I did not know what a career was when I started out as a software engineer; I did not even know what a job was. All I knew was that this was something I had to do, that everyone did: go to school, get a degree, get a job. My parents made sure that I went to school -- packed my lunch, paid my fees, frowned on poor grades and scoffed at the notion that humans could exist without graduate degrees. Once I got a job, my manager made sure that I had work to do and the corporation paid me regularly. I was on my own without ever realizing that I was. I was living by myself, making my own food, buying my own clothes and earning a good wage; but I was also at the bottom rung of a long and winding ladder of a career and I had no idea.
I spent the first few years of my career doing well a job that I loved doing -- writing code, building programs, making things work. I never gave a thought to titles or promotions or seniority grades. Those were vague notions at the back of my mind but the stronger notion was that if I did good work, it would be recognized and the rewards would follow. For this post, suffice it to say that it was not enough. I have thought back many a time since, at incidents that could have been handled better, opportunities that should have been seized, ideas that should not have been dismissed, roads that should have been trod, wishing I knew then what I now know. That rue has led me to accost fresh-faced engineers at work and lecturing them on what a career should be, leaving some more wary than wise, I've been told.
My fellow blogger on this site, Jim Coplien, does a wonderful job of talking about building an integrated career and wrote a great first post about what it means to be a software engineer. I love reading Jim's posts, and the first one in particular makes it clear that he is not going to talk about "planning to become a CEO". "Life happens a minute at a time", says Jim, and I cannot agree more. The rueful incidents I mention above have all been rueful moments, really.
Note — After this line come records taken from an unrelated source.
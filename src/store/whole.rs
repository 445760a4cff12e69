//! Files that appear whole or not at all: written beside as `.part`, then renamed.

use super::StoreError;
use std::ffi::OsString;
use std::fs::{self, File};
use std::io::{BufWriter, Write};
use std::path::{Path, PathBuf};

/// Suffix of a file that is still being written.
pub const PART_SUFFIX: &str = ".part";

/// A file written beside its target. [`Staged::commit`] puts it in place; dropped without, it vanishes
/// and the target stays as it was.
#[derive(Debug)]
#[must_use = "a staged file vanishes unless it is committed"]
pub struct Staged {
    part: PathBuf,
    target: PathBuf,
    committed: bool,
}

impl Staged {
    /// Writes the contents beside `target`, whose folder is made where it is missing.
    ///
    /// # Errors
    /// When the folder or the file cannot be made, or `write` fails.
    pub fn write(target: &Path, write: impl FnOnce(&mut dyn Write) -> Result<(), StoreError>) -> Result<Staged, StoreError> {
        if let Some(folder) = target.parent() {
            fs::create_dir_all(folder).map_err(StoreError::io(folder, "make the folder"))?;
        }
        let mut name = target.file_name().map_or_else(OsString::new, OsString::from);
        name.push(PART_SUFFIX);
        let staged = Staged { part: target.with_file_name(name), target: target.to_path_buf(), committed: false };
        let file = File::create(&staged.part).map_err(StoreError::io(&staged.part, "create the file"))?;
        let mut writer = BufWriter::with_capacity(1 << 16, file);
        write(&mut writer)?;
        writer.flush().map_err(StoreError::io(&staged.part, "write the file"))?;
        Ok(staged)
    }

    /// Puts the file in place of the target, in one step of the file system.
    ///
    /// # Errors
    /// When the target cannot be replaced, for instance because a folder has its name.
    pub fn commit(mut self) -> Result<(), StoreError> {
        fs::rename(&self.part, &self.target).map_err(StoreError::io(&self.target, "put the file in place"))?;
        self.committed = true;
        Ok(())
    }
}

impl Drop for Staged {
    fn drop(&mut self) {
        if !self.committed {
            // Nothing is lost if this fails: the next run removes stale parts.
            let _ = fs::remove_file(&self.part);
        }
    }
}

/// Writes a text file whole or not at all.
///
/// # Errors
/// When the file cannot be written; an earlier file is then untouched.
pub fn write_text(path: &Path, text: &str) -> Result<(), StoreError> {
    Staged::write(path, |out| out.write_all(text.as_bytes()).map_err(StoreError::io(path, "write the file")))?.commit()
}
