narrow! {
    /// What rankings and clip lists read of a pursuit: under half of its columns.
    BriefRow of PursuitRow, "pursuits" {
        game: String;
        play: String;
        carry: i64;
        pursuit: i64;
        carrier: String;
        carrier_name: Option<String>;
        defender: String;
        defender_name: Option<String>;
        defender_side: Option<String>;
        position: Option<String>;
        play_kind: Option<String>;
        start_frame: i64;
        start_s: f64;
        end_s: f64;
        ending: String;
        start_range_yd: f64;
        start_bearing_deg: f64;
        capability_ratio: Option<f64>;
        carrier_speed_yps: f64;
        closing_median_yps: f64;
        line_rate_median_degps: f64;
        on_course_share: f64;
        lean_deg: Option<f64>;
        top_speed_yps: f64;
        chance_lost_s: Option<f64>;
        efficiency: Option<f64>;
        conceded_yd: Option<f64>;
        late_yd: Option<f64>;
        flat_yd: Option<f64>;
        deep_yd: Option<f64>;
        pace_yd: Option<f64>;
        block_yd: Option<f64>;
        move_yd: Option<f64>;
        steer_n: Option<f64>;
        steer_k_per_s: Option<f64>;
        charged: bool;
        film_s: Option<f64>;
    }
}

table! {
    /// One carry.
    CarryRow, "carries" {
        game: String, "game id, as given";
        play: String, "play id, as given";
        carry: i64, "carry, counted from 1 within the play";
        carrier: String, "id of the ball carrier";
        carrier_name: Option<String>, "his name, where the file says";
        carrier_side: Option<String>, "his club or home/away label";
        start_frame: i64, "first frame, as in the file";
        end_frame: i64, "last frame, as in the file";
        start_s: f64, "start, seconds from the play's first frame";
        end_s: f64, "end, seconds from the play's first frame";
        start_how: String, "how the start was known";
        end_how: String, "how the end was known";
        confidence: f64, "confidence in the carrier, 0..1";
        attack: String, "direction of attack in the file's own axes: plus_x or minus_x";
        start_x_yd: f64, "spot at the start, along the field, carrier attacking +x";
        end_x_yd: f64, "spot at the end, along the field";
        gain_yd: f64, "end less start";
        stopped_by: Option<String>, "defender or defenders in contact at a stop, ids joined by a semicolon";
        conceded_yd: Option<f64>, "ground beyond the earliest intercept that any defender had";
    }
}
But this is after all the "Build Your Career" site, and I want to pick up on what Jim has started in talking about the big picture and make the focus a little bit narrower. It will still be, as he says, in "the everyday stuff" that we shall find the nuggets that add up to a rich career but in the specific context of a software career in the modern corporation. A lot of the questions I raise, and answers that I suggest, will be opinions; self-inquisition disguised as opinions, really: What does it mean that I am a software engineer? Am I an engineer or a programmer? Why am I not a CEO yet? Why am I writing this blog? Will I be coding when I retire? Should I learn Ruby on Rails? Is it wrong that I haven't built an iPhone app yet? Why am I surrounded by idiots? And so on ...
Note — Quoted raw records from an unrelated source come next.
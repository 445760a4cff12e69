//! The audit's tables and files on disk: schema, writing whole or not at all, reading back, going on after a break.
//!
//! `OUT/<table>/game=<id>/part.parquet` holds one game's share of a table, `OUT/done/game=<id>.json` says that the game is
//! finished, `OUT/audit.json` sums up. Auditing into a folder adds or replaces the games of the input and no others; the games
//! of earlier runs stay in the ranking, unless a fresh start prunes them.

pub mod account;
pub mod audit_info;
pub mod column;
pub mod csv;
pub mod dictionary;
pub mod error;
pub mod folders;
pub mod game;
pub mod mark;
pub mod out;
pub mod parquet;
pub mod rows;
pub mod whole;

pub use account::{FindingEntry, RowAccount, finding_entries, merge_findings};
pub use audit_info::{AUDIT_FILE, AuditInfo, GameEntry, InputEntry, RunInfo, read_audit_info, write_audit_info};
pub use column::{Column, Kind};
pub use csv::{CsvCell, csv_text, guarded, table_csv, write_csv};
pub use dictionary::dictionary_markdown;
pub use error::StoreError;
pub use folders::{PART_FILE, decode_id, encode_id, folder_name, game_files, game_folder};
pub use game::{GAME_TABLES, GameTables, prune_games, write_game};
pub use mark::{DONE, GameMark, NoiseEntry, fingerprint, mark_path, read_marks, write_mark};
pub use out::{OutDir, prepare_out};
pub use parquet::{each_game, read_all, read_row, read_table, write_table};
pub use rows::{BriefRow, CarryRow, ColumnDoc, FrameRow, PlayerRow, PursuitRow, Row, SetAsideRow, TeamRow};
pub use whole::{PART_SUFFIX, Staged, write_text};
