//! The data dictionary: the schema as a page to read.

use super::{CarryRow, ColumnDoc, FrameRow, PlayerRow, PursuitRow, Row, SetAsideRow, TeamRow};

/// The dictionary in Markdown, one table for each table on disk. `DICTIONARY.md` beside this file is a copy that a test holds to it.
pub fn dictionary_markdown() -> String {
    let mut page = String::from(
        "# Data dictionary\n\n\
         Written from the schema in `rows.rs`. Units stand at the end of a column's name: `_yd` yards, `_yps` yards per second, \
         `_s` seconds, `_deg` degrees, `_degps` degrees per second. Spots are turned so that the carrier attacks +x; y is 0 at the \
         sideline on his right. \"may be missing\" is a null in Parquet and an empty field in CSV, never 0.\n",
    );
    section::<PursuitRow>(&mut page, "`pursuits/game=<id>/part.parquet`: one row a pursuit");
    section::<CarryRow>(&mut page, "`carries/game=<id>/part.parquet`: one row a carry");
    section::<FrameRow>(&mut page, "`frames/game=<id>/part.parquet`: one row a pursuit and frame");
    section::<SetAsideRow>(
        &mut page,
        "`set_aside/game=<id>/part.parquet`: one row of the input that was not used; `set_aside.csv` holds them all",
    );
    section::<PlayerRow>(&mut page, "`players.csv`, `players.parquet`: one row a player");
    section::<TeamRow>(&mut page, "`teams.csv`: one row a side");
    page
}

fn section<R: Row>(page: &mut String, title: &str) {
    page.push_str(&format!("\n## {}\n\n{title}.\n\n| column | kind | meaning |\n|---|---|---|\n", R::TABLE));
    for doc in R::COLUMNS {
        page.push_str(&line(doc));
    }
}

fn line(doc: &ColumnDoc) -> String {
    let missing = if doc.optional { ", may be missing" } else { "" };
    format!("| `{}` | {}{missing} | {} |\n", doc.name, doc.kind.word(), doc.meaning.replace('|', "\\|"))
}
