//! Tables as CSV that a spreadsheet opens without running anything in them.

use super::{Column, Row, StoreError, write_text};
use std::borrow::Cow;
use std::path::Path;

/// One value of a CSV row. Text is guarded, numbers are not, since a minus sign is part of them.
#[derive(Clone, Debug, PartialEq)]
pub enum CsvCell {
    Text(String),
    Number(f64),
    Whole(i64),
    Truth(bool),
    Missing,
}

/// Text that a spreadsheet would take for a formula gets an apostrophe in front: one that begins with `=`, `+`, `-`, `@`
/// (or their full-width twins) after any blanks, or with a tab, return or line feed.
///
/// ```
/// use tailchase::store::guarded;
/// assert_eq!(guarded("=1+1"), "'=1+1");
/// assert_eq!(guarded("O'Vale"), "O'Vale");
/// ```
pub fn guarded(text: &str) -> Cow<'_, str> {
    let starts_bare = text.starts_with(['\t', '\r', '\n']);
    let starts_formula = text.trim_start().starts_with(['=', '+', '-', '@', '＝', '＋', '－', '＠']);
    if starts_bare || starts_formula { Cow::Owned(format!("'{text}")) } else { Cow::Borrowed(text) }
}

/// CSV text: header, then rows, lines ended by `\n`; a missing value is an empty field, a number has all its digits.
pub fn csv_text(header: &[&str], rows: &[Vec<CsvCell>]) -> String {
    let mut text = csv_header(header);
    rows.iter().for_each(|row| push_line(&mut text, row.iter().map(written)));
    text
}

/// The header line alone.
pub fn csv_header(header: &[&str]) -> String {
    let mut text = String::new();
    push_line(&mut text, header.iter().map(|name| guarded(name)));
    text
}

/// Rows without a header, for a file that is written piece by piece.
pub fn csv_lines(rows: &[Vec<CsvCell>]) -> String {
    let mut text = String::new();
    rows.iter().for_each(|row| push_line(&mut text, row.iter().map(written)));
    text
}

/// Writes a CSV file whole or not at all.
///
/// # Errors
/// When the file cannot be written; an earlier file is then untouched.
pub fn write_csv(path: &Path, header: &[&str], rows: &[Vec<CsvCell>]) -> Result<(), StoreError> {
    write_text(path, &csv_text(header, rows))
}

/// A whole table as CSV, columns as in its schema.
pub fn table_csv<R: Row>(rows: &[R]) -> String {
    csv_text(&table_header::<R>(), &table_cells(rows))
}

/// Names of a table's columns.
pub fn table_header<R: Row>() -> Vec<&'static str> {
    R::COLUMNS.iter().map(|doc| doc.name).collect()
}

/// A table's rows as cells, in the order of its columns; a number that is not finite is missing.
pub fn table_cells<R: Row>(rows: &[R]) -> Vec<Vec<CsvCell>> {
    let columns = R::to_columns(rows);
    (0..rows.len()).map(|i| columns.iter().map(|column| cell(column, i)).collect()).collect()
}

fn cell(column: &Column, row: usize) -> CsvCell {
    let found = match column {
        Column::Text(v) => v.get(row).cloned().flatten().map(CsvCell::Text),
        Column::Number(v) => v.get(row).copied().flatten().filter(|n| n.is_finite()).map(CsvCell::Number),
        Column::Whole(v) => v.get(row).copied().flatten().map(CsvCell::Whole),
        Column::Truth(v) => v.get(row).copied().flatten().map(CsvCell::Truth),
    };
    found.unwrap_or(CsvCell::Missing)
}

fn written(cell: &CsvCell) -> Cow<'_, str> {
    match cell {
        CsvCell::Text(text) => guarded(text),
        CsvCell::Number(value) if value.is_finite() => Cow::Owned(value.to_string()),
        CsvCell::Number(_) | CsvCell::Missing => Cow::Borrowed(""),
        CsvCell::Whole(value) => Cow::Owned(value.to_string()),
        CsvCell::Truth(value) => Cow::Owned(value.to_string()),
    }
}

fn push_line<'a>(text: &mut String, fields: impl Iterator<Item = Cow<'a, str>>) {
    for (i, field) in fields.enumerate() {
        if i > 0 {
            text.push(',');
        }
        if field.contains([',', '"', '\n', '\r']) {
            text.push('"');
            text.push_str(&field.replace('"', "\"\""));
            text.push('"');
        } else {
            text.push_str(&field);
        }
    }
    text.push('\n');
}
I don't want to put myself into a strait-jacket as far as the content goes, but as I look back from where I am, I see three distinct phases in my technical career where I could have used some insight, some advice, perhaps a mentor. I am aware that The Social Network has skewed what a software engineer thinks a career should be, but this is a blog for the rest of us. Generally,
- The first five are when you are just starting out and don’t really know what to expect, and chances are that what you do expect is completely unrealistic. How you face, and grow, in the first five years impact how you handle the next five
- Years 5-10 are where you are perhaps comfortable with the technical aspects of your job, but are now faced with the subtler challenges of dealing with and leading people and projects. How well you adapt to and succeed in these years relate to the kind of opportunities that will open to you in the prime years of your career: years 10-15.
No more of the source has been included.